Last Updated on May 11, 2015, by eNotes Editorial. Word Count: 537
“Fellow Diners” is a short lyric of eight lines in free verse. The title refers to the thirteen places set for Christ and his disciples at the Last Supper.
The poem begins on a bracingly contemporary note of the modern commuter’s frustration with public transit. “Endless transfers” suggests that the journey to the communal meal, which seems to have been taken by train or bus, has been arduous, fraught with delays and detours. These transfers were “unwanted,” at least by the traveler, but perhaps both wanted and “willed” by those running the system.
In the face of so much systematic frustration, “suddenly” time itself “delays, holds back.” The merely logistical inconvenience of transit delays has now become a metaphysical delay, halting all forward progress.
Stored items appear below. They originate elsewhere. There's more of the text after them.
/**
 * Adaptive Gauss–Kronrod quadrature (7-point Gauss embedded in 15-point Kronrod), the scheme of
 * QUADPACK's QAG (Piessens et al. 1983, QUADPACK, Springer). Nodes and weights: Kronrod 1965 as
 * tabulated in QUADPACK's qk15. Used for every smooth 1-D integral in this package.
 */
import { UmbraError } from "@umbra/core";

const XGK = [
  0.991455371120812639206854697526329, 0.949107912342758524526189684047851, 0.864864423359769072789712788640926,
  0.741531185599394439863864773280788, 0.586087235467691130294144845693013, 0.405845151377397166906606412076961,
  0.207784955007898467600689403773245, 0.0,
];
const WGK = [
  0.02293532201052922496373200805897, 0.063092092629978553290700663189204, 0.104790010322250183839876322541518,
  0.140653259715525918745189590510238, 0.16900472663926790282658342659855, 0.190350578064785409913256402421014,
  0.204432940075298892414161999234649, 0.209482141084727828012999174891714,
];
/** Gauss 7-point weights, at XGK[1], XGK[3], XGK[5], XGK[7]. */
const WG = [0.129484966168869693270611432679082, 0.27970539148927666790146777142378, 0.381830050505118944950369775488975, 0.417959183673469387755102040816327];

/** One 15-point Kronrod panel: [Kronrod estimate, |Kronrod − Gauss|]. */
export function gaussKronrod15(f: (x: number) => number, a: number, b: number): [number, number] {
  const c = 0.5 * (a + b);
  const h = 0.5 * (b - a);
  const fc = f(c);
  let k = fc * WGK[7]!;
  let g = fc * WG[3]!;
  for (let j = 0; j < 7; j++) {
    const dx = h * XGK[j]!;
    const s = f(c - dx) + f(c + dx);
    k += WGK[j]! * s;
    if (j % 2 === 1) g += WG[(j - 1) / 2]! * s;
  }
  return [k * h, Math.abs((k - g) * h)];
}

/** Options of {@link integrate}. */
export interface QuadOptions {
  /** Relative tolerance on the total (default 1e-10). */
  rtol?: number;
  /** Absolute tolerance on the total (default 0). */
  atol?: number;
  /** Most panels before giving up (default 2000). */
  maxPanels?: number;
}

/**
 * ∫_a^b f(x) dx by globally adaptive Gauss–Kronrod 7/15 bisection: the panel with the largest
 * error estimate is split until the summed estimate is below max(atol, rtol·|I|). Throws NUMERIC
 * when `maxPanels` is reached without meeting the tolerance.
 */
export function integrate(f: (x: number) => number, a: number, b: number, opts: QuadOptions = {}): number {
  if (a === b) return 0;
  const rtol = opts.rtol ?? 1e-10;
  const atol = opts.atol ?? 0;
  const maxPanels = opts.maxPanels ?? 2000;
  const lo: number[] = [a];
  const hi: number[] = [b];
  const [v0, e0] = gaussKronrod15(f, a, b);
  const val: number[] = [v0];
  const err: number[] = [e0];
  let total = v0;
  let totalErr = e0;
  while (totalErr > Math.max(atol, rtol * Math.abs(total))) {
    if (val.length >= maxPanels) {
      throw new UmbraError("NUMERIC", `adaptive quadrature did not reach rtol ${rtol} in ${maxPanels} panels (estimate ${total}, error ${totalErr})`);
    }
    let worst = 0;
    for (let i = 1; i < err.length; i++) if (err[i]! > err[worst]!) worst = i;
    const pa = lo[worst]!;
    const pb = hi[worst]!;
    const mid = 0.5 * (pa + pb);
    const [v1, e1] = gaussKronrod15(f, pa, mid);
    const [v2, e2] = gaussKronrod15(f, mid, pb);
    total += v1 + v2 - val[worst]!;
    totalErr += e1 + e2 - err[worst]!;
    hi[worst] = mid;
    val[worst] = v1;
    err[worst] = e1;
    lo.push(mid);
    hi.push(pb);
    val.push(v2);
    err.push(e2);
    if (mid === pa || mid === pb) break; // cannot split further in double precision
  }
  // re-sum to avoid drift from the running updates
  let s = 0;
  for (const v of val) s += v;
  return s;
}
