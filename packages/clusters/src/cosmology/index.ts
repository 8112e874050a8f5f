export { createCosmology, requireRedshift } from "./create.js";
export { cosmologyPreset, COSMOLOGY_PRESETS, COSMOLOGY_PRESET_NAMES } from "./presets.js";
export type { CosmologyPresetName } from "./presets.js";
export type { Cosmology, CosmologyParams } from "./types.js";
export { m500ToR500Mpc, r500ToM500Msun, theta500Rad, theta500Arcmin, theta500ToM500Msun, mpc2ToArcmin2, arcmin2ToMpc2, requireMass } from "./overdensity.js";
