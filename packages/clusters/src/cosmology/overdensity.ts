/**
 * Spherical-overdensity sizes: a halo of mass M_Δ has mean density Δ·ρ_c(z) inside R_Δ, so
 * M_Δ = (4π/3) Δ ρ_c(z) R_Δ³ (e.g. Arnaud et al. 2010, A&A 517, A92, Sect. 2: M500 with Δ = 500).
 */
import { ARCMIN2_PER_SR, arcminToRad, requireFinite, radToArcmin } from "@umbra/core";
import { requireRedshift } from "./create.js";
import type { Cosmology } from "./types.js";

/** Throw BAD_VALUE unless the mass is finite and > 0 (M☉). */
export function requireMass(mMsun: number, field = "m500Msun"): number {
  return requireFinite(field, mMsun, (v) => v > 0, "not a positive mass");
}

/** R_Δ in Mpc of a halo of mass `mMsun` (M☉) at redshift z: (3M/(4πΔρ_c(z)))^{1/3}; Δ = 500 by default. */
export function m500ToR500Mpc(m500Msun: number, z: number, cosmo: Cosmology, delta = 500): number {
  requireMass(m500Msun);
  requireRedshift(z);
  return Math.cbrt((3 * m500Msun) / (4 * Math.PI * delta * cosmo.criticalDensityMsunPerMpc3(z)));
}

/** M_Δ in M☉ of a halo of radius `rMpc` at redshift z (inverse of {@link m500ToR500Mpc}). */
export function r500ToM500Msun(r500Mpc: number, z: number, cosmo: Cosmology, delta = 500): number {
  requireFinite("r500Mpc", r500Mpc, (v) => v > 0, "not positive");
  requireRedshift(z);
  return ((4 * Math.PI) / 3) * delta * cosmo.criticalDensityMsunPerMpc3(z) * r500Mpc ** 3;
}

/** θ500 in radians: R500 / D_A(z) (small-angle). z must be > 0. */
export function theta500Rad(m500Msun: number, z: number, cosmo: Cosmology): number {
  requireFinite("z", z, (v) => v > 0, "not above 0 (an angular size needs a distance)");
  return m500ToR500Mpc(m500Msun, z, cosmo) / cosmo.angularDiameterDistanceMpc(z);
}

/** θ500 in arcmin: R500 / D_A(z) (small-angle). z must be > 0. */
export function theta500Arcmin(m500Msun: number, z: number, cosmo: Cosmology): number {
  return radToArcmin(theta500Rad(m500Msun, z, cosmo));
}

/** M500 in M☉ of a cluster whose R500 subtends θ500 (arcmin) at redshift z > 0: R500 = θ500·D_A, then M = (4π/3)·500·ρ_c(z)·R500³. */
export function theta500ToM500Msun(theta500Arcmin: number, z: number, cosmo: Cosmology): number {
  requireFinite("theta500Arcmin", theta500Arcmin, (v) => v > 0, "not positive");
  requireFinite("z", z, (v) => v > 0, "not above 0 (an angular size needs a distance)");
  return r500ToM500Msun(arcminToRad(theta500Arcmin) * cosmo.angularDiameterDistanceMpc(z), z, cosmo);
}

/** Converts an integrated Y in Mpc² to arcmin² at redshift z: Y[arcmin²] = Y[Mpc²] / D_A² · (arcmin²/sr). */
export function mpc2ToArcmin2(yMpc2: number, z: number, cosmo: Cosmology): number {
  const da = cosmo.angularDiameterDistanceMpc(requireFinite("z", z, (v) => v > 0, "not above 0"));
  return (yMpc2 / (da * da)) * ARCMIN2_PER_SR;
}

/** Converts an integrated Y in arcmin² to Mpc² at redshift z (inverse of {@link mpc2ToArcmin2}). */
export function arcmin2ToMpc2(yArcmin2: number, z: number, cosmo: Cosmology): number {
  const da = cosmo.angularDiameterDistanceMpc(requireFinite("z", z, (v) => v > 0, "not above 0"));
  return (yArcmin2 / ARCMIN2_PER_SR) * da * da;
}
The oppressive authority behind the “willed” transfers is echoed in the will that “holds back” the traveler’s advance.
During this hiatus, “the dead disappear,” and those still present, the living, are actually “absent.” This phenomenon is expressed with almost telegraphic economy: “those present: absent.” The colon acts as an equal sign, showing that there is no difference between the present and the absent, the living and the dead—or what difference there is, is minimal.
In a way, then, the traveler has crossed over a boundary, from the everyday world of buses, transfers, and time schedules, into a world where these systems of order do not prevail. When he arrives at his destination, he notes that “the table is set.” Everything seems to be in order. A voice invites him in, with a troubling note of superfluous reassurance: “Nothing’s wrong. Come in.” Yet it is this very assurance that signals that something may be very wrong indeed.
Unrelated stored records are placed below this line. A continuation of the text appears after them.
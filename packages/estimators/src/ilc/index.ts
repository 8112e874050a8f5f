export { checkCovariance, constrainedIlcWeights, standardIlcWeights, combinedVariance } from "./weights.js";
export type { CovarianceCheck } from "./weights.js";
export { ilcBiasFraction, effectiveModeCount, apodisationModeFactor } from "./bias.js";
export { cosineEllWindows, parseEllWindows, windowCount, windowValue, windowsOnModes, mergeAtBoundary } from "./windows.js";
export type { EllWindowSet } from "./windows.js";
export { harmonicIlc } from "./harmonic.js";
export type { HarmonicIlcInput, HarmonicIlcResult, IlcDomainReport } from "./harmonic.js";
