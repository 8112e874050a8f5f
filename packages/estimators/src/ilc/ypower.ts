/**
 * The noise power spectrum of a y map with known clusters cut out. The clusters' own signal must
 * not count as noise (a covariance or power measured on maps that still hold the clusters
 * overestimates the noise; Zubeldia et al. 2023, MNRAS, make the point for matched filters): every
 * given position is cut out to `holeRadiusArcmin`, the cut and the map border are tapered with a
 * cosine of `taperArcmin` (@umbra/maps apodiseMask), and the pseudo-power is divided by the mask's
 * power fraction ⟨w²⟩ (common practice, no source; the mode coupling of the holes is not undone,
 * which is adequate for the smooth residual spectra of a y map and is checked in the tests against
 * random-aperture scatter).
 */
import { RAD_PER_ARCMIN, UmbraError } from "@umbra/core";
import { apodiseMask, crossPowerBinned, getRfft2Plan, windowPowerFraction, type BinnedPower } from "@umbra/maps";
import type { YMapProduct } from "./ymap.js";

/** Options of {@link yMapNoisePower}. */
export interface YMapNoiseOptions {
  /** Pixel positions (0-based) of clusters to cut out, each optionally with its own cut radius (arcmin). */
  positions: readonly { xPix: number; yPix: number; radiusArcmin?: number }[];
  /** Radius of each cut without its own, arcmin. */
  holeRadiusArcmin: number;
  /** The map to measure instead of product.y (e.g. the y map with a fit of every cluster subtracted). */
  map?: Float64Array;
  /** Cosine taper width around cuts and border, arcmin (default 2). */
  taperArcmin?: number;
}

/** Power spectrum (sr, same bins as product.noisePower) of the y map with the given positions cut out. */
export function yMapNoisePower(product: YMapProduct, options: YMapNoiseOptions): BinnedPower {
  const geom = product.geometry;
  const { nx, ny } = geom;
  if (!(options.holeRadiusArcmin >= 0)) throw new UmbraError("BAD_VALUE", `hole radius ${options.holeRadiusArcmin} arcmin must be ≥ 0`, { field: "holeRadiusArcmin" });
  const dxA = geom.dxRad / RAD_PER_ARCMIN;
  const dyA = geom.dyRad / RAD_PER_ARCMIN;
  const y = options.map ?? product.y;
  if (y.length !== nx * ny) throw new UmbraError("INTERNAL", `map of ${y.length} pixels for a ${nx}×${ny} grid`);
  const mask = new Float64Array(nx * ny).fill(1);
  for (let p = 0; p < mask.length; p++) if (!Number.isFinite(y[p] as number)) mask[p] = 0;
  for (const c of options.positions) {
    const r = c.radiusArcmin ?? options.holeRadiusArcmin;
    const x0 = Math.max(0, Math.floor(c.xPix - r / dxA));
    const x1 = Math.min(nx - 1, Math.ceil(c.xPix + r / dxA));
    const y0 = Math.max(0, Math.floor(c.yPix - r / dyA));
    const y1 = Math.min(ny - 1, Math.ceil(c.yPix + r / dyA));
    for (let iy = y0; iy <= y1; iy++) {
      for (let ix = x0; ix <= x1; ix++) {
        if (((ix - c.xPix) * dxA) ** 2 + ((iy - c.yPix) * dyA) ** 2 <= r * r) mask[iy * nx + ix] = 0;
      }
    }
  }
  const widthPix = (options.taperArcmin ?? 2) / Math.min(dxA, dyA);
  const w = apodiseMask(mask, nx, ny, widthPix, true);
  const w2 = windowPowerFraction(w);
  if (!(w2 > 0)) throw new UmbraError("BAD_DATA", "no pixel of the y map is left after cutting out the clusters", { field: "positions" });
  const plan = getRfft2Plan(nx, ny);
  const buf = new Float64Array(nx * ny);
  let mean = 0;
  let wsum = 0;
  for (let p = 0; p < buf.length; p++) {
    const wp = w[p] as number;
    if (wp > 0) {
      mean += wp * (y[p] as number);
      wsum += wp;
    }
  }
  mean /= wsum;
  for (let p = 0; p < buf.length; p++) {
    const wp = w[p] as number;
    buf[p] = wp > 0 ? wp * ((y[p] as number) - mean) : 0;
  }
  const spec = new Float64Array(plan.layout.spectrumLength);
  plan.forward(buf, spec);
  const raw = crossPowerBinned(spec, spec, plan.layout, geom, product.powerBinEdgesEll);
  return { ellCenters: raw.ellCenters, cl: raw.cl.map((v) => v / w2), modeCounts: raw.modeCounts };
}
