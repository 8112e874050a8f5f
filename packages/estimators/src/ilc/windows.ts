/**
 * Smooth multipole windows for the scale-dependent ILC.
 *
 * A window set is given by its boundaries ℓ_1 < … < ℓ_{n−1} (n windows) and a transition width Δ_j
 * per boundary. Across boundary j, window j falls as cos²(π t/2) and window j+1 rises as
 * sin²(π t/2), t = (ℓ − ℓ_j + Δ_j/2)/Δ_j ∈ [0, 1]; elsewhere a window is 1 inside its range and 0
 * outside. The windows therefore sum LINEARLY to one at every ℓ (Σ_j h_j(ℓ) = 1), which is what a
 * single synthesis y(ℓ) = Σ_j h_j(ℓ) w_jᵀ T(ℓ) needs for unit tSZ response (cosine-edged windows are
 * common practice; the cos²/sin² pair is the same shape as the needlet-style bands of Delabrouille
 * et al. 2009, A&A 493, 835, there squared-summed because they filter twice).
 *
 * Merging two neighbours is removing the boundary between them: h_j + h_{j+1} is again a window of
 * the same kind, and the sum stays one.
 */
import { UmbraError } from "@umbra/core";

/** A set of smooth ell windows (see module doc). */
export interface EllWindowSet {
  /** Boundaries between windows, multipoles, strictly increasing (length n − 1 for n windows). */
  readonly boundariesEll: readonly number[];
  /** Full width of the cos² transition at each boundary, multipoles (same length). */
  readonly transitionsEll: readonly number[];
}

/**
 * Build a window set from boundaries and a relative transition width: Δ_j = fraction·ℓ_j, shrunk
 * where needed so that neighbouring transitions never overlap and none reaches below ℓ = 0.
 */
export function cosineEllWindows(boundariesEll: readonly number[], transitionFraction = 0.5): EllWindowSet {
  const b = [...boundariesEll];
  for (let i = 0; i < b.length; i++) {
    const v = b[i] as number;
    if (!Number.isFinite(v) || v <= 0 || (i > 0 && v <= (b[i - 1] as number))) {
      throw new UmbraError("BAD_OPTION", `ell window boundaries must be positive and strictly increasing, got ${b.join(",")}`, { field: "ell-windows" });
    }
  }
  if (!(transitionFraction > 0 && transitionFraction <= 2)) {
    throw new UmbraError("BAD_OPTION", `transition fraction ${transitionFraction} must be in (0, 2]`, { field: "ell-windows" });
  }
  const t: number[] = [];
  for (let i = 0; i < b.length; i++) {
    const li = b[i] as number;
    let width = transitionFraction * li;
    const gapBelow = i === 0 ? li : li - (b[i - 1] as number);
    const gapAbove = i === b.length - 1 ? Infinity : (b[i + 1] as number) - li;
    // half-widths of neighbours must fit in the gap: use at most half of each gap on this side
    width = Math.min(width, gapBelow, gapAbove);
    t.push(width);
  }
  return { boundariesEll: b, transitionsEll: t };
}

/** Number of windows in a set. */
export function windowCount(set: EllWindowSet): number {
  return set.boundariesEll.length + 1;
}

/** Value of window `j` at multipole `ell` (see module doc for the shape). */
export function windowValue(set: EllWindowSet, j: number, ell: number): number {
  const n = set.boundariesEll.length;
  let v = 1;
  if (j > 0) {
    // rising edge at boundary j−1
    const c = set.boundariesEll[j - 1] as number;
    const d = set.transitionsEll[j - 1] as number;
    const t = (ell - c + d / 2) / d;
    if (t <= 0) return 0;
    if (t < 1) v *= Math.sin((Math.PI / 2) * t) ** 2;
  }
  if (j < n) {
    const c = set.boundariesEll[j] as number;
    const d = set.transitionsEll[j] as number;
    const t = (ell - c + d / 2) / d;
    if (t >= 1) return 0;
    if (t > 0) v *= Math.cos((Math.PI / 2) * t) ** 2;
  }
  return v;
}

/** Window values per mode: one Float64Array (length = ells.length) per window. */
export function windowsOnModes(set: EllWindowSet, ellPerMode: Float64Array): Float64Array[] {
  const out: Float64Array[] = [];
  for (let j = 0; j < windowCount(set); j++) {
    const h = new Float64Array(ellPerMode.length);
    for (let k = 0; k < ellPerMode.length; k++) h[k] = windowValue(set, j, ellPerMode[k] as number);
    out.push(h);
  }
  return out;
}

/** The window set with boundary `index` removed (windows index and index+1 merged). */
export function mergeAtBoundary(set: EllWindowSet, index: number): EllWindowSet {
  return {
    boundariesEll: set.boundariesEll.filter((_, i) => i !== index),
    transitionsEll: set.transitionsEll.filter((_, i) => i !== index),
  };
}

/**
 * Parse "300,800,2000" (boundaries in ell) into a window set; an empty string gives one window.
 * @throws UmbraError BAD_OPTION naming the field `ell-windows`.
 */
export function parseEllWindows(text: string, transitionFraction = 0.5): EllWindowSet {
  const parts = text.split(",").map((s) => s.trim()).filter((s) => s.length > 0);
  const values = parts.map((s) => Number(s));
  if (values.some((v) => !Number.isFinite(v))) {
    throw new UmbraError("BAD_OPTION", `--ell-windows expects comma-separated multipoles, got '${text}'`, { field: "ell-windows" });
  }
  return cosineEllWindows(values, transitionFraction);
}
There are twelve glasses on the table. “And one more,” presumably for the guest who has just entered. (The unlucky number thirteen is tactfully not mentioned.) The identity of the voice, like that of the guest, is unknown. Again the voice interrupts, this time in a tone of warning: “Still, be careful.”
The reason for the warning becomes apparent in the next line: “don’t step on the floor—there is no floor. Here. . . .” The line break suggests that there may be a floor elsewhere. Yet what sort of place is this, without a floor? The warning seems almost like a joke, and yet there is a surreal ring of truth to the warning. In a world of “Endless transfers” where “time delays, hold back,” and “the dead disappear,” anything may happen. Yet if there is no floor, what of the voice’s assurance that nothing is wrong?
The next line is tautological in its structure: “those who can sit comfortably are only those.” Taken by itself, this equation is a self-evident truth: Those who sit comfortably are those who sit comfortably. Like the scene itself, however, this assertion cannot be taken at face value, for what appears to be true here is not necessarily true. The final line completes the sentence by qualifying the second term of the equation. Those who sit comfortably are only those “who have eaten both of their wings and are no longer hungry.” What this means exactly is left for the traveler, and the reader, to decide.
Forms and Devices
Last Updated on May 11, 2015, by eNotes Editorial. Word Count: 294
“Fellow Diners” appears in a volume entitled Muted Poems (1972), the tone of which, as Edmund Keeley writes in Modern Greek Poetry: Voice and Vision (1983), is “muted in its terror.” The dramatic situation, a Last Supper, is that of imminent betrayal. The false note of reassurance—“Nothing’s wrong”—in the center of the poem arouses one’s suspicion, which is heightened by the disembodied voice of the host informing the guest, quite calmly, that there is no floor. That suspicion is confirmed when he just as calmly instructs the guest about what one must do to dine comfortably there. His matter-of-factness is the source of the poem’s muted terror.
Perhaps the most striking aspect of “Fellow Diners” is the effortless juxtaposition of the miraculous with the everyday. Transfers and table settings give way to a room without a floor and diners who eat their own wings. Yannis Ritsos is a master of this surrealist technique. What distinguishes him from other more strident surrealists is the quiet way he goes about his work. His language is simple and direct. He dispenses with metaphor, simile, and other devices of poetic embellishment, opting instead for poetic economy. The clipped, fragmented sentences of the first six lines—expressing the hurried chaos of transfers and delays, as well as the fragmented society the poem addresses—finally roll out in the fluid, if perplexing, image in the last lines.
The perplexing image of the diners eating their own wings is stated as factually as the number of glasses on the table. This tone is appropriate, since in the surrealist view there is no clear distinction between the rational and the irrational or between reality as one commonly thinks of it and that super-reality that is grasped through imaginative apperception.